▶ TASK BRIEF
Each line of the data below from the one holding "if (Date.now() >" to the one holding "name: /create sheet/i", inclusive, is to be reproduced exactly; no other line belongs in the answer.

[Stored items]
import assert from "node:assert/strict";
import type { Page } from "playwright-core";
import { sparePanel } from "../../bench/network-server";
import { describe, test } from "./harness";
import { DEMO_PROJECTS, demoOrganisationId, demoUser, projectIdByCode } from "./support/fixtures";
import { expectVisible, signIn } from "./support/pages";

// A bus network sheet in the browser: the engineer adds one, sees the solved network
// (key values, diagram, voltage along a path, hottest segments, the spare way that
// carries no current), edits a load and a segment and sees the picture and the numbers
// change without a page reload, saves, then imports a network file (and a bad one).

async function waitForResultSource(page: Page, source: "live" | "saved") {
  await page.locator(`[data-testid="result-source"][data-source="${source}"]:not([data-busy])`).waitFor({ state: "visible", timeout: 30_000 });
}

/** What the results show of the network: hottest table, diagram summary and drawing, path caption, worst drop. */
async function snapshot(page: Page) {
  const diagram = page.getByTestId("network-diagram");
  await diagram.waitFor({ state: "visible", timeout: 20_000 });
  const pathFigure = page.locator("figure", { has: page.getByTestId("network-path-plot") });
  return {
    hottest: (await page.getByTestId("hottest-segments").innerText()).trim(),
    diagramLabel: (await diagram.getAttribute("aria-label")) ?? "",
    diagramSvg: await diagram.evaluate((el) => el.outerHTML),
    path: (await pathFigure.locator("figcaption").first().innerText()).trim(),
    worstDrop: (await page.getByTestId("bn-worst-drop").innerText()).trim(),
  };
}

/** Polls until `read` gives something other than `old` (the live result arrives after a debounce). */
async function changed<T>(read: () => Promise<T>, old: T, what: string, timeoutMs = 20_000): Promise<T> {
  const deadline = Date.now() + timeoutMs;
  for (;;) {
    const now = await read();
    if (JSON.stringify(now) !== JSON.stringify(old)) return now;
    if (Date.now() > deadline) assert.fail(`expected ${what} to change`);
    await new Promise((r) => setTimeout(r, 200));
  }
}

const SMALL_CSV = [
  "record,id,material,area_mm2,temperature_C,reactance_mohm_per_m,ampacity_A,from,to,conductor,length_m,node,current_A,pf,voltage_V,name,value",
  "setting,,,,,,,,,,,,,,,mode,ac",
  "conductor,bar,cu-etp,500,70,0.15,1000,,,,,,,,,,",
  "conductor,cable,cu-annealed,25,70,0.08,100,,,,,,,,,,",
  "segment,K1,,,,,,IN,Q1,bar,0.5,,,,,,",
  "segment,K2,,,,,,Q1,Q2,bar,0.5,,,,,,",
  "segment,F1,,,,,,Q1,X1,cable,15,,,,,,",
  "segment,F2,,,,,,Q2,X2,cable,22,,,,,,",
  "segment,F3,,,,,,Q2,SPARE,cable,4,,,,,,",
  "supply,,,,,,,,,,,IN,,,230,,",
  "load,,,,,,,,,,,X1,40,0.9,,,",
  "load,,,,,,,,,,,X2,63,0.85,,,",
].join("\n");

describe("bus network sheets", () => {
  test(
    "engineer adds a bus network, sees it solved and coloured, edits a load and a segment without a reload, saves, and imports a CSV network",
    async ({ page, unique, screenshot }) => {
      const engineer = demoUser("engineer");
      const projectId = await projectIdByCode(await demoOrganisationId(), DEMO_PROJECTS[0].code);
      const tag = `BN-${unique}`.toUpperCase().slice(0, 40);

      // 1. Add a bus network sheet: it starts from a small panel of the project's system.
      await signIn(page, engineer.email, engineer.password);
      await page.goto(`/projects/${projectId}/sheets/new`);
      await page.getByRole("radio", { name: /bus network/i }).check();
      await page.getByRole("textbox", { name: "Tag", exact: true }).fill(tag);
      await page.getByRole("textbox", { name: "Title", exact: true }).fill("Main distribution board MDB-1");
      await page.getByRole("button", { name: /create sheet/i }).click();
      await page.waitForURL((url) => /^\/projects\/\d+\/sheets\/\d+$/.test(url.pathname), { timeout: 20_000 });

      // 2. The server's result: key values, caution, diagram with legend, path plot, hottest list, the spare way.
      await waitForResultSource(page, "saved");
      await expectVisible(page.getByRole("note", { name: /caution/i }), "the caution");
      await expectVisible(page.getByRole("img", { name: /bus network diagram/i }), "the network diagram");
      await expectVisible(page.getByTestId("network-legend"), "the colour legend");
      await expectVisible(page.getByTestId("network-path-plot"), "the voltage along a path");
      assert.match(await page.getByTestId("bn-supply-current").innerText(), /^\d+(\.\d+)? A$/);
      const dead = page.getByTestId("dead-branches");
      await expectVisible(dead, "the branches that carry no current");
      assert.match(await dead.innerText(), /TO-4/, "the unloaded spare way is listed as carrying no current");
      const before = await snapshot(page);
      await screenshot("bus-network-saved", page);

      // 3. Edit a load current: live result, new colours, new hottest values and path, no reload.
      await page.evaluate(() => ((window as unknown as { __noReload: number }).__noReload = 1));
      await page.getByRole("textbox", { name: "Load 4 current (A)" }).fill("160");
      await waitForResultSource(page, "live");
      const afterLoad = await changed(() => snapshot(page), before, "the results after a load change");
      assert.notEqual(afterLoad.hottest, before.hottest, "the hottest segments' values change with the load");
      assert.notEqual(afterLoad.diagramSvg, before.diagramSvg, "the diagram is recoloured");
      assert.notEqual(afterLoad.path, before.path, "the voltage along the path changes");
      assert.notEqual(afterLoad.worstDrop, before.worstDrop, "the worst drop changes");

      // A segment length: the path to the far motor gets longer and its drop larger.
      await page.getByRole("textbox", { name: "Segment 11 length (m)" }).fill("45");
      await waitForResultSource(page, "live");
      const afterLength = await changed(async () => (await snapshot(page)).path, afterLoad.path, "the path plot after a length change").then(() => snapshot(page));
      assert.notEqual(afterLength.path, afterLoad.path, "the path plot changes with a segment length");
      assert.equal(await page.evaluate(() => (window as unknown as { __noReload?: number }).__noReload), 1, "the page was not reloaded");

      // A value out of range names the row, the field and the range.
      await page.getByRole("textbox", { name: "Segment 2 length (m)" }).fill("-1");
      await expectVisible(page.getByText("Segment 2, length: length must be from 0.0001 to 10000 m"), "the row and field of the error");
      await page.getByRole("textbox", { name: "Segment 2 length (m)" }).fill("0.8");
      await screenshot("bus-network-live", page);

      // 4. Save: the server's result matches the live one.
      await page.getByRole("button", { name: /^save$/i }).click();
      await expectVisible(page.getByText(/saved revision a/i), "the saved message");
      await waitForResultSource(page, "saved");
      assert.equal((await snapshot(page)).worstDrop, afterLength.worstDrop, "the saved worst drop equals the live one");

      // 5. A bad file changes nothing and its problem names the row and column.
      const fileInput = page.getByLabel("Import a network (.csv or .json)");
      await fileInput.setInputFiles({ name: "bad.csv", mimeType: "text/csv", buffer: Buffer.from(SMALL_CSV.replace("segment,K2,,,,,,Q1,Q2,bar,0.5", "segment,K2,,,,,,Q1,Q2,bar,-3")) });
      await page.getByRole("button", { name: /import and solve/i }).click();
      await expectVisible(page.getByText("Row 6, column length_m: length must be from 0.0001 to 10000 m"), "the bad row of the file");

      // 6. A good file replaces the network; the form and the result follow.
      await fileInput.setInputFiles({ name: "board.csv", mimeType: "text/csv", buffer: Buffer.from(SMALL_CSV) });
      await page.getByRole("button", { name: /import and solve/i }).click();
      await expectVisible(page.getByText(/imported 6 nodes, 5 segments and 2 loads/i), "the import message");
      await changed(() => page.getByRole("textbox", { name: "Segment 1 id" }).inputValue(), "MB-1", "the first segment id in the form after the import");
      assert.equal(await page.getByRole("textbox", { name: "Segment 1 id" }).inputValue(), "K1", "the imported segments are in the form");
      await waitForResultSource(page, "saved");
      assert.match(await page.getByTestId("dead-branches").innerText(), /F3/, "the imported spare way carries no current");
      await screenshot("bus-network-imported", page);

      // 7. A network too large for the tables: a summary of the server's result, the workflow still there.
      const large = sparePanel(2_000);
      assert.ok(large.segments.length > 1500, "the generated panel is above the form's limit");
      await fileInput.setInputFiles({ name: "large.json", mimeType: "application/json", buffer: Buffer.from(JSON.stringify(large)) });
      await page.getByRole("button", { name: /import and solve/i }).click();
      await expectVisible(page.getByTestId("large-network"), "the large network summary", 30_000);
      assert.match(await page.getByTestId("solved-on-server").innerText(), /^Solved on the server in [\d,]+ ms when .+ imported “large\.json”/);
      await expectVisible(page.getByTestId("hottest-segments"), "the hottest segments of the stored result");
      assert.equal(await page.getByRole("textbox", { name: "Segment 1 id" }).count(), 0, "no table rows for a large network");
      await expectVisible(page.getByRole("button", { name: /submit for review/i }), "the workflow for a large network");
      await expectVisible(page.getByRole("link", { name: /download the current network/i }), "the download of the network");
      await screenshot("bus-network-large", page);
    },
    { timeoutMs: 150_000 },
  );
});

▶ EXERCISE OUTPUT
    if (Date.now() > deadline) assert.fail(`expected ${what} to change`);
    await new Promise((r) => setTimeout(r, 200));
  }
}

const SMALL_CSV = [
  "record,id,material,area_mm2,temperature_C,reactance_mohm_per_m,ampacity_A,from,to,conductor,length_m,node,current_A,pf,voltage_V,name,value",
  "setting,,,,,,,,,,,,,,,mode,ac",
  "conductor,bar,cu-etp,500,70,0.15,1000,,,,,,,,,,",
  "conductor,cable,cu-annealed,25,70,0.08,100,,,,,,,,,,",
  "segment,K1,,,,,,IN,Q1,bar,0.5,,,,,,",
  "segment,K2,,,,,,Q1,Q2,bar,0.5,,,,,,",
  "segment,F1,,,,,,Q1,X1,cable,15,,,,,,",
  "segment,F2,,,,,,Q2,X2,cable,22,,,,,,",
  "segment,F3,,,,,,Q2,SPARE,cable,4,,,,,,",
  "supply,,,,,,,,,,,IN,,,230,,",
  "load,,,,,,,,,,,X1,40,0.9,,,",
  "load,,,,,,,,,,,X2,63,0.85,,,",
].join("\n");

describe("bus network sheets", () => {
  test(
    "engineer adds a bus network, sees it solved and coloured, edits a load and a segment without a reload, saves, and imports a CSV network",
    async ({ page, unique, screenshot }) => {
      const engineer = demoUser("engineer");
      const projectId = await projectIdByCode(await demoOrganisationId(), DEMO_PROJECTS[0].code);
      const tag = `BN-${unique}`.toUpperCase().slice(0, 40);

      // 1. Add a bus network sheet: it starts from a small panel of the project's system.
      await signIn(page, engineer.email, engineer.password);
      await page.goto(`/projects/${projectId}/sheets/new`);
      await page.getByRole("radio", { name: /bus network/i }).check();
      await page.getByRole("textbox", { name: "Tag", exact: true }).fill(tag);
      await page.getByRole("textbox", { name: "Title", exact: true }).fill("Main distribution board MDB-1");
      await page.getByRole("button", { name: /create sheet/i }).click();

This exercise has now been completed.